# Different Car Insurance!



## imp (Oct 11, 2015)

Has anyone seen or heard of this car insurance concept? Looks like a good idea, available in some states.  imp


----------



## Pookie (Oct 12, 2015)

imp said:


> Has anyone seen or heard of this car insurance concept? Looks like a good idea, available in some states.  imp



Ooooh, let me look that up for NC! Thanks!


----------



## Robusta (Oct 12, 2015)

Would be nice if you are not a driver. No way could the wife and I use it. We cover many miles per year.


----------



## Warrigal (Oct 12, 2015)

When I last renewed our car insurances I gave them the average annual mileage (actually in Kilometres) since we bought each car and received a further discount. We also have loyalty discounts having been with the same company forever.


----------



## Don M. (Oct 12, 2015)

A "miles driven" insurance plan would certainly be a good idea.  In addition, I would like to see the current Federal and State gas taxes removed, and replaced with a "Miles Driven" tax.  The Federal gas tax has been at 18.4 cents for over 22 years, while cars have become substantially more fuel efficient in the past couple of decades...and hybrids, etc. have become more commonplace.  These more efficient cars still beat up the roads and bridges pretty much the same as an older gas guzzler, but they are not paying their fair share for the necessary maintenance and upkeep.  

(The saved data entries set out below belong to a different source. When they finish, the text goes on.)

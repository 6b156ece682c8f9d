package lamella.spark;

import java.io.IOException;
import java.io.Reader;
import java.io.Serializable;
import java.nio.charset.StandardCharsets;
import java.nio.file.Files;
import java.nio.file.Path;
import java.util.Properties;
import lamella.materials.PlainLibraries;

/**
 * What every task of a job needs to wire Lamella's libraries the way the runtime would: the facility and user
 * material folders (from the runtime's {@code conf/lamella.properties} named by {@code -Dlamella.conf}, then
 * {@code -D} options, which win), the folder relative paths are taken from, and a fault to inject for the tests.
 * Serializable: it travels with each task to the executors.
 *
 * @param facility   the facility library folder setting, or null
 * @param user       the user library folder setting, or null (the default folder if it exists)
 * @param base       the folder relative paths are the user's from
 * @param home       the user's home folder (for the default user library)
 * @param failTask   the tile (map) or case (batch) whose first attempt fails on purpose (tests of Spark's
 *                   retries), or −1
 */
record JobSettings(String facility, String user, String base, String home, int failTask) implements Serializable {

    static final String CONF = "lamella.conf";
    static final String CWD = "lamella.cwd";
    static final String FAIL_TASK = "lamella.spark.fail-first-attempt-of-task";

    /** The settings of this JVM's system properties and the properties file they name. */
    static JobSettings fromSystem() throws IOException {
        Properties p = new Properties();
        String conf = System.getProperty(CONF);
        if (conf != null && !conf.isBlank()) {
            try (Reader r = Files.newBufferedReader(Path.of(conf), StandardCharsets.UTF_8)) {
                p.load(r);
            } catch (IOException e) {
                throw new IOException("cannot read the settings file " + conf + " (-D" + CONF + "): " + e.getMessage(),
                        e);
            }
        }
        String facility = System.getProperty(PlainLibraries.FACILITY_SETTING,
                p.getProperty(PlainLibraries.FACILITY_SETTING));
        String user = System.getProperty(PlainLibraries.USER_SETTING, p.getProperty(PlainLibraries.USER_SETTING));
        String base = System.getProperty(CWD, System.getProperty("user.dir"));
        int failTask = Integer.parseInt(System.getProperty(FAIL_TASK, "-1"));
        return new JobSettings(facility, user, base, System.getProperty("user.home"), failTask);
    }

    JobSettings withFailTask(int tile) {
        return new JobSettings(facility, user, base, home, tile);
    }

    Path resolve(String path) {
        return Path.of(base).resolve(path).toAbsolutePath().normalize();
    }
}
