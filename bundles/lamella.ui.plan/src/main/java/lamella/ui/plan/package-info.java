/** The workbench's Plan panel (implementation; nothing exported). */
package lamella.ui.plan;
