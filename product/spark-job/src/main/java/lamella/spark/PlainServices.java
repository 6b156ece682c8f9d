package lamella.spark;

import java.io.IOException;
import java.io.InputStream;
import java.net.JarURLConnection;
import java.net.URISyntaxException;
import java.net.URL;
import java.nio.file.Files;
import java.nio.file.Path;
import java.util.ArrayList;
import java.util.Collections;
import java.util.LinkedHashMap;
import java.util.List;
import java.util.Map;
import java.util.jar.JarEntry;
import java.util.jar.JarFile;
import java.util.stream.Stream;
import javax.xml.parsers.DocumentBuilderFactory;
import javax.xml.parsers.ParserConfigurationException;
import lamella.api.HeatingGeometry;
import lamella.api.Technique;
import org.w3c.dom.Document;
import org.w3c.dom.Element;
import org.w3c.dom.NodeList;
import org.xml.sax.SAXException;

/**
 * The geometries and techniques on a class path, found as the framework finds them: from the Declarative Services
 * descriptors ({@code OSGI-INF/*.xml}) of every jar or class folder — Lamella's own and any plug-in jar shipped with
 * the job — and made with their public no-argument constructors. A component that needs other services
 * ({@code reference} elements) cannot be wired here and is named in {@link #skipped}.
 */
final class PlainServices {

    final List<HeatingGeometry> geometries = new ArrayList<>();
    final List<Technique> techniques = new ArrayList<>();
    final List<String> skipped = new ArrayList<>();

    private PlainServices() {
    }

    static PlainServices find(ClassLoader loader) throws IOException {
        Map<String, Descriptor> byClass = new LinkedHashMap<>();
        for (URL manifest : Collections.list(loader.getResources(JarFile.MANIFEST_NAME))) {
            for (Descriptor d : descriptors(manifest)) {
                byClass.putIfAbsent(d.implementation, d);
            }
        }
        PlainServices found = new PlainServices();
        for (Descriptor d : byClass.values()) {
            boolean geometry = d.provides.contains(HeatingGeometry.class.getName());
            boolean technique = d.provides.contains(Technique.class.getName());
            if (!geometry && !technique) {
                continue;
            }
            if (d.references) {
                found.skipped.add(d.implementation + " (needs other services)");
                continue;
            }
            Object o;
            try {
                o = loader.loadClass(d.implementation).getConstructor().newInstance();
            } catch (ReflectiveOperationException | LinkageError e) {
                found.skipped.add(d.implementation + " (cannot be created here: " + e.getMessage() + ")");
                continue;
            }
            if (geometry) {
                found.geometries.add((HeatingGeometry) o);
            }
            if (technique) {
                found.techniques.add((Technique) o);
            }
        }
        return found;
    }

    private record Descriptor(String implementation, List<String> provides, boolean references) {
    }

    private static List<Descriptor> descriptors(URL manifest) throws IOException {
        List<Descriptor> out = new ArrayList<>();
        if ("jar".equals(manifest.getProtocol())) {
            JarURLConnection c = (JarURLConnection) manifest.openConnection();
            c.setUseCaches(false);
            try (JarFile jar = new JarFile(path(c.getJarFileURL()).toFile())) {
                for (JarEntry e : Collections.list(jar.entries())) {
                    if (isDescriptor(e.getName())) {
                        try (InputStream in = jar.getInputStream(e)) {
                            parse(in, manifest + " " + e.getName(), out);
                        }
                    }
                }
            }
        } else if ("file".equals(manifest.getProtocol())) {
            Path folder = path(manifest).getParent().getParent().resolve("OSGI-INF");
            if (Files.isDirectory(folder)) {
                try (Stream<Path> s = Files.list(folder)) {
                    for (Path p : (Iterable<Path>) s.sorted()::iterator) {
                        if (p.getFileName().toString().endsWith(".xml")) {
                            try (InputStream in = Files.newInputStream(p)) {
                                parse(in, p.toString(), out);
                            }
                        }
                    }
                }
            }
        }
        return out;
    }

    private static boolean isDescriptor(String entry) {
        return entry.startsWith("OSGI-INF/") && entry.endsWith(".xml") && entry.indexOf('/', 9) < 0;
    }

    private static void parse(InputStream in, String where, List<Descriptor> out) throws IOException {
        Document doc;
        try {
            DocumentBuilderFactory f = DocumentBuilderFactory.newInstance();
            f.setNamespaceAware(true);
            f.setFeature("http://apache.org/xml/features/disallow-doctype-decl", true);
            doc = f.newDocumentBuilder().parse(in);
        } catch (ParserConfigurationException | SAXException e) {
            throw new IOException(where + ": not a component descriptor: " + e.getMessage(), e);
        }
        Element root = doc.getDocumentElement();
        if (!"component".equals(root.getLocalName())) {
            return;
        }
        NodeList impl = root.getElementsByTagNameNS("*", "implementation");
        if (impl.getLength() == 0) {
            impl = root.getElementsByTagName("implementation");
        }
        if (impl.getLength() == 0) {
            return;
        }
        String cls = ((Element) impl.item(0)).getAttribute("class");
        List<String> provides = new ArrayList<>();
        NodeList p = root.getElementsByTagName("provide");
        for (int i = 0; i < p.getLength(); i++) {
            provides.add(((Element) p.item(i)).getAttribute("interface"));
        }
        boolean references = root.getElementsByTagName("reference").getLength() > 0;
        out.add(new Descriptor(cls, provides, references));
    }

    private static Path path(URL url) throws IOException {
        try {
            return Path.of(url.toURI());
        } catch (URISyntaxException | IllegalArgumentException e) {
            throw new IOException("not a file on this machine: " + url, e);
        }
    }
}
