package lamella.spark;

import java.io.IOException;
import java.nio.file.Files;
import java.nio.file.Path;
import java.util.ArrayList;
import java.util.Arrays;
import java.util.Comparator;
import java.util.Iterator;
import java.util.List;
import java.util.stream.Stream;
import lamella.api.InputException;
import lamella.api.ParameterRef;
import lamella.api.fit.CurveFit;
import lamella.map.MapData;
import lamella.map.MapEngine;
import org.apache.spark.sql.Dataset;
import org.apache.spark.sql.Row;
import org.apache.spark.sql.RowFactory;
import org.apache.spark.sql.SparkSession;
import org.apache.spark.sql.types.DataType;
import org.apache.spark.sql.types.DataTypes;
import org.apache.spark.sql.types.StructField;

/**
 * Map data and results in Parquet: the same long table as the CSV (x_m, y_m, the technique's x column, the signal,
 * optionally its sigma_ column, numbers of any numeric type) read through Spark and checked by the same rules as the
 * CSV reader; and the map's table written as {@code map.parquet}, a Parquet dataset folder with the columns of
 * {@code map.csv}.
 */
final class ParquetMaps {

    static final String TABLE = "map.parquet";

    private ParquetMaps() {
    }

    static MapData read(SparkSession spark, Path file, String xColumn, String signal) throws InputException {
        if (!Files.exists(file)) {
            throw new InputException(file, null, -1, "no such map data file or folder");
        }
        Dataset<Row> table;
        try {
            table = spark.read().parquet(file.toString());
        } catch (RuntimeException e) {
            throw new InputException(file, null, -1, "not a readable Parquet file: " + SparkMain.firstLine(e));
        }
        List<String> header = Arrays.asList(table.columns());
        int[] at = MapData.columns(file, 0, header, xColumn, signal);
        StructField[] fields = table.schema().fields();
        for (int c : at) {
            if (c >= 0 && !isNumber(fields[c].dataType())) {
                throw new InputException(file, null, -1, "column '" + fields[c].name() + "' holds "
                        + fields[c].dataType().simpleString() + "; a map's columns are numbers");
            }
        }
        MapData.Collector rows = new MapData.Collector(file, xColumn, signal, at[4] >= 0, "row", 0);
        int n = 0;
        try {
            Iterator<Row> it = table.toLocalIterator();
            while (it.hasNext()) {
                Row r = it.next();
                n++;
                double xm = finite(r, at[0], "x_m", file, n);
                double ym = finite(r, at[1], "y_m", file, n);
                double xv = finite(r, at[2], xColumn, file, n);
                double yv = number(r, at[3]);
                double sv = at[4] < 0 ? Double.NaN : number(r, at[4]);
                rows.add(xm, ym, xv, yv, text(r, at[3]), sv, at[4] < 0 ? "" : text(r, at[4]), n);
            }
        } catch (RuntimeException e) {
            throw new InputException(file, null, -1, "row " + (n + 1) + ": cannot be read: "
                    + SparkMain.firstLine(e));
        }
        return rows.finish();
    }

    /** Writes the map's table as the Parquet dataset {@code out/map.parquet}, complete or not at all. */
    static void write(SparkSession spark, Path out, MapData data, MapEngine.Result[] results, CurveFit fit)
            throws IOException {
        List<StructField> fields = new ArrayList<>();
        fields.add(DataTypes.createStructField("x_m", DataTypes.DoubleType, false));
        fields.add(DataTypes.createStructField("y_m", DataTypes.DoubleType, false));
        for (ParameterRef p : fit.free()) {
            fields.add(DataTypes.createStructField(p.toString(), DataTypes.DoubleType, false));
            fields.add(DataTypes.createStructField("sigma_" + p, DataTypes.DoubleType, false));
        }
        fields.add(DataTypes.createStructField("reduced_chi_square", DataTypes.DoubleType, false));
        fields.add(DataTypes.createStructField("status", DataTypes.StringType, false));
        fields.add(DataTypes.createStructField("message", DataTypes.StringType, false));
        List<Row> rows = new ArrayList<>(results.length);
        for (int i = 0; i < results.length; i++) {
            MapData.Position p = data.positions.get(i);
            MapEngine.Result r = results[i];
            Object[] cells = new Object[fields.size()];
            int k = 0;
            cells[k++] = p.xM();
            cells[k++] = p.yM();
            for (int a = 0; a < r.values().length; a++) {
                cells[k++] = r.values()[a];
                cells[k++] = r.sigmas()[a];
            }
            cells[k++] = r.reducedChiSquare();
            cells[k++] = r.status().word();
            cells[k] = r.message();
            rows.add(RowFactory.create(cells));
        }
        Path target = out.resolve(TABLE);
        Path partial = out.resolve("." + TABLE + ".part");
        delete(partial);
        spark.createDataFrame(rows, DataTypes.createStructType(fields)).coalesce(1).write()
                .parquet(partial.toString());
        delete(target);
        Files.move(partial, target);
    }

    static void delete(Path folder) throws IOException {
        if (!Files.exists(folder)) {
            return;
        }
        try (Stream<Path> walk = Files.walk(folder)) {
            for (Path p : (Iterable<Path>) walk.sorted(Comparator.reverseOrder())::iterator) {
                Files.delete(p);
            }
        }
    }

    private static boolean isNumber(DataType t) {
        return t.equals(DataTypes.DoubleType) || t.equals(DataTypes.FloatType) || t.equals(DataTypes.LongType)
                || t.equals(DataTypes.IntegerType) || t.equals(DataTypes.ShortType) || t.equals(DataTypes.ByteType)
                || t.typeName().startsWith("decimal");
    }

    private static double number(Row r, int c) {
        return r.isNullAt(c) ? Double.NaN : ((Number) r.get(c)).doubleValue();
    }

    private static String text(Row r, int c) {
        return r.isNullAt(c) ? "(empty)" : String.valueOf(r.get(c));
    }

    private static double finite(Row r, int c, String column, Path file, int n) throws InputException {
        double v = number(r, c);
        if (!Double.isFinite(v)) {
            throw new InputException(file, null, -1, "row " + n + ": column '" + column + "': '" + text(r, c)
                    + "' is not a finite number");
        }
        return v;
    }
}
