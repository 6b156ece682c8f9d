package lamella.ui.plan;

import com.fasterxml.jackson.databind.JsonNode;
import com.fasterxml.jackson.databind.node.ArrayNode;
import com.fasterxml.jackson.databind.node.JsonNodeFactory;
import com.fasterxml.jackson.databind.node.ObjectNode;
import java.util.ArrayList;
import java.util.List;
import lamella.api.ParameterRef;
import lamella.charts.plan.PlanGrid;
import lamella.charts.plan.TradeUnit;

/**
 * A key a plan may vary — a measurement, geometry or layer key, or an end of a list key — as the plan block names it
 * ({@code vary[]}) and as the plans label it ({@code geometry.pump_radius_m}, {@code measurement.delays_s[last]}).
 *
 * @param ref     the key
 * @param end     {@code first} or {@code last} for an end of a list key; null otherwise
 * @param typical the case's value, SI (to choose the unit it is edited in)
 */
record Variable(ParameterRef ref, String end, double typical) {

    String label() {
        return ref + (end == null ? "" : "[" + end + "]");
    }

    TradeUnit unit() {
        return TradeUnit.of(ref.key(), typical);
    }

    /** Spread in ln by default: frequencies and beam radii, as the plan block reads a range. */
    boolean logByDefault() {
        return ref.key().endsWith("_hz") || (ref.scope() == ParameterRef.Scope.GEOMETRY
                && (ref.key().startsWith("pump_radius") || ref.key().startsWith("probe_radius")));
    }

    /** The keys of the case a plan may vary: numbers of its measurement, geometry and layers, ends of list keys. */
    static List<Variable> candidates(ObjectNode doc) {
        List<Variable> out = new ArrayList<>();
        for (String block : List.of("measurement", "geometry")) {
            JsonNode b = doc.path(block);
            b.fieldNames().forEachRemaining(k -> {
                JsonNode v = b.get(k);
                ParameterRef ref = block.equals("measurement") ? ParameterRef.measurement(k) : ParameterRef.geometry(k);
                if (v.isNumber()) {
                    out.add(new Variable(ref, null, v.asDouble()));
                } else if (v.isArray() && v.size() >= 2 && v.get(0).isNumber()) {
                    out.add(new Variable(ref, "first", v.get(0).asDouble()));
                    out.add(new Variable(ref, "last", v.get(v.size() - 1).asDouble()));
                }
            });
        }
        for (JsonNode layer : doc.path("stack").path("layers")) {
            String name = layer.path("name").asText();
            layer.fieldNames().forEachRemaining(k -> {
                if (layer.get(k).isNumber()) {
                    out.add(new Variable(ParameterRef.layer(name, k), null, layer.get(k).asDouble()));
                }
            });
        }
        return out;
    }

    /** The key of a plan block's {@code vary} entry; null when the entry names none the panel knows. */
    static Variable of(JsonNode entry, ObjectNode doc) {
        ParameterRef ref;
        if (entry.hasNonNull("measurement")) {
            ref = ParameterRef.measurement(entry.get("measurement").asText());
        } else if (entry.hasNonNull("geometry")) {
            ref = ParameterRef.geometry(entry.get("geometry").asText());
        } else if (entry.hasNonNull("layer") && entry.hasNonNull("property")) {
            ref = ParameterRef.layer(entry.get("layer").asText(), entry.get("property").asText());
        } else {
            return null;
        }
        if (entry.path("dataset").isInt()) {
            ref = ref.inDataset(entry.get("dataset").asInt());
        }
        String end = entry.hasNonNull("end") ? entry.get("end").asText() : null;
        double typical = Double.NaN;
        for (Variable c : candidates(doc)) {
            if (c.ref.key().equals(ref.key()) && c.ref.scope() == ref.scope() && java.util.Objects.equals(c.ref.layer(),
                    ref.layer()) && java.util.Objects.equals(c.end, end)) {
                typical = c.typical;
            }
        }
        double[] values = values(entry);
        if (Double.isNaN(typical) && values.length > 0) {
            typical = values[values.length - 1];
        }
        return new Variable(ref, end, typical);
    }

    /** The entry's values as written ({@code values}), or its range's ends (min, max); empty when neither. */
    static double[] values(JsonNode entry) {
        if (entry.path("values").isArray()) {
            double[] v = new double[entry.get("values").size()];
            for (int i = 0; i < v.length; i++) {
                v[i] = entry.get("values").get(i).asDouble();
            }
            return v;
        }
        if (entry.path("min").isNumber() && entry.path("max").isNumber()) {
            return new double[] {entry.get("min").asDouble(), entry.get("max").asDouble()};
        }
        return new double[0];
    }

    /** What an entry's values are, in words and in the key's unit: "1, 2, 4 MHz" or "3 to 24 µm, 4 steps in ln". */
    String describe(JsonNode entry) {
        TradeUnit u = unit();
        if (entry.path("values").isArray()) {
            List<String> parts = new ArrayList<>();
            for (double v : values(entry)) {
                parts.add(PlanGrid.number(u.factor() * v));
            }
            return String.join(", ", parts) + " " + u.symbol();
        }
        double[] ends = values(entry);
        if (ends.length < 2) {
            return "(no values)";
        }
        boolean log = entry.hasNonNull("spacing") ? entry.get("spacing").asText().equals("log") : logByDefault();
        return PlanGrid.number(u.factor() * ends[0]) + " to " + PlanGrid.number(u.factor() * ends[1]) + " "
                + u.symbol() + ", " + entry.path("steps").asInt() + " steps " + (log ? "in ln" : "linear");
    }

    /** The counts measured together, as written ("1", "1, 2"). */
    static String choose(JsonNode entry) {
        JsonNode c = entry.get("choose");
        if (c == null) {
            return "1";
        }
        if (c.isArray()) {
            List<String> parts = new ArrayList<>();
            c.forEach(x -> parts.add(x.asText()));
            return String.join(", ", parts);
        }
        return c.asText();
    }

    /** A plan block entry for this key: a range of {@code steps} values from {@code min} to {@code max} (SI). */
    ObjectNode entry(double min, double max, int steps, boolean log, List<Integer> choose) {
        ObjectNode e = JsonNodeFactory.instance.objectNode();
        switch (ref.scope()) {
            case MEASUREMENT -> e.put("measurement", ref.key());
            case GEOMETRY -> e.put("geometry", ref.key());
            case LAYER -> {
                e.put("layer", ref.layer());
                e.put("property", ref.key());
            }
        }
        if (ref.dataset() >= 0) {
            e.put("dataset", ref.dataset());
        }
        if (end != null) {
            e.put("end", end);
        }
        if (steps == 1) {
            e.putArray("values").add(min);
        } else {
            e.put("min", min);
            e.put("max", max);
            e.put("steps", steps);
            e.put("spacing", log ? "log" : "linear");
        }
        if (!choose.equals(List.of(1))) {
            ArrayNode c = e.putArray("choose");
            choose.forEach(c::add);
        }
        return e;
    }
}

A positive "side effect" of having ownership costs tied to mileage driven, would be less road congestion and pollution....as people would be more prone to limiting their unnecessary driving, and perhaps even begin to consider things like carpooling and public transit.


----------



## imp (Oct 12, 2015)

Don, a most thoughtful, as well as refreshing, view! There is little doubt in my mind that most Americans drive frivolously, with little thought given to the real necessity, or lack thereof, for the trip. I know for sure, I fit that category cleanly!

Few driving about are cognizant of the fact that the _amount  _of traffic affects things like bridges and lifespans of roadways.      imp


----------



## Don M. (Oct 13, 2015)

Transportation, and the use of petroleum products, is one of the top reasons for our air pollution.  Some people Need to drive a lot, due to their jobs...but most put thousands of miles per year on their vehicles, needlessly.  They run to the stores, etc., several times a week, instead of making a shopping list, and doing it all on one trip.  Millions of people fight the morning and evening rush hours, then the car sits in a parking lot all day.  A tax on "Miles Driven", would go a long way towards making people rethink their driving habits, and find ways to make their vehicle use more sensible.  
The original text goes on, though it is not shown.